Due to its intrinsic nature, scientific language has a series of implicit features which render it 
completely different from any other genre. It possesses a series of characteristics which are 
inherent to scientific thought and expression. Scientific papers are recognisable, in terms of 
wording as well as structures. Scientific language can be said to be a conceptual map of some 
kind, in which readers jump from one marked concept to another. In a scientific text, an 
experienced reader can follow the written pathway laid out in front of him or her, which is 
full of common landmarks (concepts). This also hinders its understanding and production by 
the layperson, with a range of specialised tenns being employed, which vary depending on 
the audience being addressed. 

In this respect, Gotti (2003) describes several lexical and grammatical features which 
characterise scientific language: extremely compact syntactic structures, the omission of 
articles or prepositions in order to obtain conciseness, the avoidance of relative clauses and 
subordination, complex pre-modification and nominalization (for the purposes of precision 
and depersonalization). 

Alcaraz Varo (2000: 138-9) also makes reference to the nature of scientific-technical 
nouns in English when the means of communication is the research article: “[...] la alta 
densidad semica o conceptual de las unidades lexicas compuestas; el empeno por la precision 
expresiva, materializado en los sintagmas nominales largos”. 

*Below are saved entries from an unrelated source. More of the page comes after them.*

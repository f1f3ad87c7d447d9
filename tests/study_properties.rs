//! No input makes the study reader panic: random text, random edits of a valid study
//! file, and random CSV headers. Whatever it accepts is usable, and whatever it
//! refuses comes with a located message.

#![allow(clippy::unwrap_used, clippy::expect_used, clippy::panic)]

use std::path::Path;

use closeout::rows::normalise;
use closeout::study::{Study, StudyErrorKind};
use proptest::prelude::*;
use proptest::test_runner::RngSeed;

const GOOD: &str = include_str!("study-files/good.toml");

fn config(cases: u32, seed: u64) -> ProptestConfig {
    ProptestConfig {
        cases,
        rng_seed: RngSeed::Fixed(seed),
        failure_persistence: None,
        ..ProptestConfig::default()
    }
}

/// Whatever `parse` says, it says it without panicking, and an accepted study can be
/// used: every quota is found again by its own cell, and a header with exactly the
/// named columns lays out.
fn check(text: &str) {
    match Study::parse(text, Path::new("study.toml")) {
        Ok(study) => {
            for q in &study.quotas {
                let key: Vec<String> = q.cell.iter().map(|v| normalise(v)).collect();
                let found = study
                    .quota_for(&key)
                    .expect("a quota is found by its own cell");
                assert!(study.tune_for(Some(found)) >= q.minimum.unwrap_or(1));
            }
            assert!(study.tune_for(None) >= 1);
            let _ = study.decision_level(study.planned_cells().unwrap_or(7));
            let mut names: Vec<&str> = study.cells.iter().map(String::as_str).collect();
            names.extend(study.measures.iter().map(|m| m.column.as_str()));
            names.extend(
                [&study.source.id, &study.source.time, &study.source.weight]
                    .into_iter()
                    .flatten()
                    .map(String::as_str),
            );
            names.sort();
            names.dedup();
            // Names that differ only in case or spacing would be ambiguous together.
            let mut loose: Vec<String> = names.iter().map(|n| normalise(n)).collect();
            loose.sort();
            loose.dedup();
            if loose.len() == names.len() {
                study
                    .layout(&names)
                    .expect("a header of exactly the named columns");
            }
        }
        Err(e) => {
            let message = e.to_string();
            assert!(message.starts_with("study.toml"), "{message}");
            assert!(!e.message().is_empty());
            if let Some(line) = e.line() {
                assert!(
                    line >= 1 && line <= text.lines().count().max(1) + 1,
                    "{message}"
                );
                assert!(
                    message.starts_with(&format!("study.toml:{line}:")),
                    "{message}"
                );
            }
        }
    }
}

/// Pieces of TOML and awkward values to splice into the valid file.
const PIECES: &[&str] = &[
    "\"",
    "'",
    "[",
    "]",
    "[[",
    "]]",
    "{",
    "}",
    "=",
    ",",
    ".",
    "#",
    "\n",
    " ",
    "0",
    "-1",
    "1e400",
    "nan",
    "inf",
    "true",
    "\"\"",
    "[]",
    "{}",
    "x",
    "é",
    "\u{feff}",
    "\u{1b}",
    "0.0000001",
    "0.9999999999999999",
    "99999999999999999999",
    "2026-12-20",
    "T18:00:00",
    "[target]\n",
    "[[measure]]\n",
    "[[quota]]\n",
    "[cells]\n",
    "[log]\n",
    "cell = {}\n",
    "minimum = 0\n",
    "population = 1\n",
    "yes = [\"1\"]\n",
    "name = \"satisfied\"\n",
    "region = \"north\"",
    "\"age_band\"",
    "confidance = 0.9\n",
    "decide_by = \"wald\"\n",
];

/// Values of every type, valid and not, for the keys of the valid file.
const VALUES: &[&str] = &[
    "0",
    "1",
    "-1",
    "2",
    "0.5",
    "1.5",
    "0.05",
    "0.0001",
    "150",
    "12000",
    "99999999999",
    "nan",
    "-inf",
    "true",
    "false",
    "\"\"",
    "\" \"",
    "\"x\"",
    "\"North\"",
    "\"anytime\"",
    "\"wilson\"",
    "\";\"",
    "[]",
    "[\"a\", \"A\"]",
    "[\"4\", 5]",
    "[1.5]",
    "{}",
    "{ region = \"north\" }",
    "{ region = \"south\", age_band = \"18-34\" }",
    "2026-12-20T18:00:00Z",
    "2026-12-20",
    "\"2026-12-20T18:00:00+01:00\"",
];

#[derive(Clone, Debug)]
enum Edit {
    SetValue { line: usize, value: usize },
    Delete { at: usize, len: usize },
    Insert { at: usize, piece: usize },
    Replace { at: usize, piece: usize },
    DuplicateLine { line: usize },
    DeleteLine { line: usize },
    SwapLines { a: usize, b: usize },
}

/// Edits of the text itself: mostly they break the TOML.
fn text_edit() -> impl Strategy<Value = Edit> {
    let at = 0..2000usize;
    prop_oneof![
        (at.clone(), 1..12usize).prop_map(|(at, len)| Edit::Delete { at, len }),
        (at.clone(), 0..PIECES.len()).prop_map(|(at, piece)| Edit::Insert { at, piece }),
        (at, 0..PIECES.len()).prop_map(|(at, piece)| Edit::Replace { at, piece }),
        (0..60usize).prop_map(|line| Edit::DuplicateLine { line }),
    ]
}

/// Edits of values and whole lines: mostly they keep the TOML valid, so the checks
/// of the study itself are reached.
fn value_edit() -> impl Strategy<Value = Edit> {
    prop_oneof![
        6 => (0..60usize, 0..VALUES.len()).prop_map(|(line, value)| Edit::SetValue { line, value }),
        1 => (0..60usize).prop_map(|line| Edit::DeleteLine { line }),
        1 => (0..60usize, 0..60usize).prop_map(|(a, b)| Edit::SwapLines { a, b }),
    ]
}

fn apply(text: &str, edits: &[Edit]) -> String {
    let mut chars: Vec<char> = text.chars().collect();
    for e in edits {
        match *e {
            Edit::SetValue { line, value } => {
                let s: String = chars.iter().collect();
                let mut lines: Vec<String> = s.lines().map(str::to_string).collect();
                let keyed: Vec<usize> = (0..lines.len())
                    .filter(|&i| lines[i].contains(" = "))
                    .collect();
                if !keyed.is_empty() {
                    let i = keyed[line % keyed.len()];
                    let key = lines[i].split(" = ").next().unwrap_or("").to_string();
                    lines[i] = format!("{key} = {}", VALUES[value]);
                }
                chars = lines.join("\n").chars().collect();
            }
            Edit::Delete { at, len } => {
                let at = at % (chars.len() + 1);
                let end = (at + len).min(chars.len());
                chars.drain(at..end);
            }
            Edit::Insert { at, piece } => {
                let at = at % (chars.len() + 1);
                chars.splice(at..at, PIECES[piece].chars());
            }
            Edit::Replace { at, piece } => {
                let at = at % (chars.len() + 1);
                let end = (at + 1).min(chars.len());
                chars.splice(at..end, PIECES[piece].chars());
            }
            Edit::DuplicateLine { line } | Edit::DeleteLine { line } => {
                let s: String = chars.iter().collect();
                let mut lines: Vec<&str> = s.lines().collect();
                if !lines.is_empty() {
                    let i = line % lines.len();
                    if matches!(e, Edit::DuplicateLine { .. }) {
                        lines.insert(i, lines[i]);
                    } else {
                        lines.remove(i);
                    }
                }
                chars = lines.join("\n").chars().collect();
            }
            Edit::SwapLines { a, b } => {
                let s: String = chars.iter().collect();
                let mut lines: Vec<&str> = s.lines().collect();
                if !lines.is_empty() {
                    let n = lines.len();
                    lines.swap(a % n, b % n);
                }
                chars = lines.join("\n").chars().collect();
            }
        }
    }
    chars.into_iter().collect()
}

/// A header name: one the good study uses (in any case, with spaces or a byte-order
/// mark), a near miss, or arbitrary text.
fn header_name() -> impl Strategy<Value = String> {
    let used = prop::sample::select(vec![
        "respondent_id",
        "submitted_at",
        "weight",
        "region",
        "age_band",
        "q1",
        "q7",
    ]);
    prop_oneof![
        3 => (used.clone(), any::<bool>(), 0..3usize, any::<bool>()).prop_map(|(n, upper, pad, bom)| {
            let n = if upper { n.to_uppercase() } else { n.to_string() };
            let pad = " ".repeat(pad);
            format!("{}{pad}{n}{pad}", if bom { "\u{feff}" } else { "" })
        }),
        1 => used.prop_map(|n| format!("{n}x")),
        1 => any::<String>(),
        1 => "[a-z_ ]{0,12}",
    ]
}

proptest! {
    #![proptest_config(config(256, 20261202))]

    #[test]
    fn parse_never_panics_on_random_text(text in any::<String>()) {
        check(&text);
    }

    #[test]
    fn parse_never_panics_on_random_toml_like_text(text in "[\\[\\]{}=\",.a-z0-9_ \n#-]{0,300}") {
        check(&text);
    }
}

proptest! {
    #![proptest_config(config(200, 20261203))]

    #[test]
    fn parse_never_panics_on_text_edits_of_a_valid_study(edits in prop::collection::vec(text_edit(), 1..6)) {
        check(&apply(GOOD, &edits));
    }

    #[test]
    fn parse_never_panics_on_value_edits_of_a_valid_study(edits in prop::collection::vec(value_edit(), 1..4)) {
        check(&apply(GOOD, &edits));
    }
}

proptest! {
    #![proptest_config(config(256, 20261204))]

    #[test]
    fn layout_never_panics_and_every_column_it_finds_has_the_name(
        header in prop::collection::vec(header_name(), 0..14)
    ) {
        let study = Study::parse(GOOD, Path::new("study.toml")).unwrap();
        let refs: Vec<&str> = header.iter().map(String::as_str).collect();
        match study.layout(&refs) {
            Ok(layout) => {
                prop_assert_eq!(layout.width, header.len());
                let loose = |i: usize| normalise(header[i].trim_start_matches('\u{feff}'));
                for (i, name) in layout.cells.iter().zip(&study.cells) {
                    prop_assert!(*i < header.len());
                    prop_assert_eq!(loose(*i), normalise(name));
                }
                for (rule, m) in layout.measures.iter().zip(&study.measures) {
                    prop_assert_eq!(loose(rule.column), normalise(&m.column));
                }
                prop_assert_eq!(layout.id.map(loose), Some("respondent_id".to_string()));
                prop_assert_eq!(layout.time.map(loose), Some("submitted_at".to_string()));
                prop_assert_eq!(layout.weight.map(loose), Some("weight".to_string()));
            }
            Err(e) => {
                prop_assert!(matches!(
                    e.kind(),
                    StudyErrorKind::MissingColumn | StudyErrorKind::DuplicateColumn
                ));
                prop_assert!(e.to_string().starts_with("responses.csv: "), "{}", e);
            }
        }
    }
}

Due consideration must be given to the cognitive, linguistic and socio-communicative 
components when analysing the effects of scientific writing, particularly with regard to the 
use of lexis. With regard to lexis, the abovementioned features can be seen in the high density 
of specialised lexicon in scientific texts. The meanings of precise or specialised lexical units 
are not explained by authors when used in scientific texts; thus it is presumed that the reader 
is already familiar with them. It can even be said that they are a kind of code shared by both 
reader and writer. In another line, Arden-Close (1993) and Mudraya (2006) underlined the 
importance of the lexicon in the acquisition of a second language, since it is a source of error. 
They indicate that more attention should be paid to it, and that meaning should be explained 
from a lexical perspective. 

Corder (1967) and Richards (1971; 1974) studied error analysis to understand language 
behaviour. Its main aim was second language acquisition, but researchers were also interested 
in understanding the linguistic aspects of error production. Some decades later, interest in the 
concept of linguistic relativity with regard to error production has now been rekindled. The 
theory here proposed is as follows: if speakers of different languages do not understand each 
other, the reason is not that their languages do not lend themselves to translation (which they 
obviously do), but that they observe and interpret reality in significantly different ways. In 
this sense, error production may be avoided if the ways to communicate in a second language 
could be explained.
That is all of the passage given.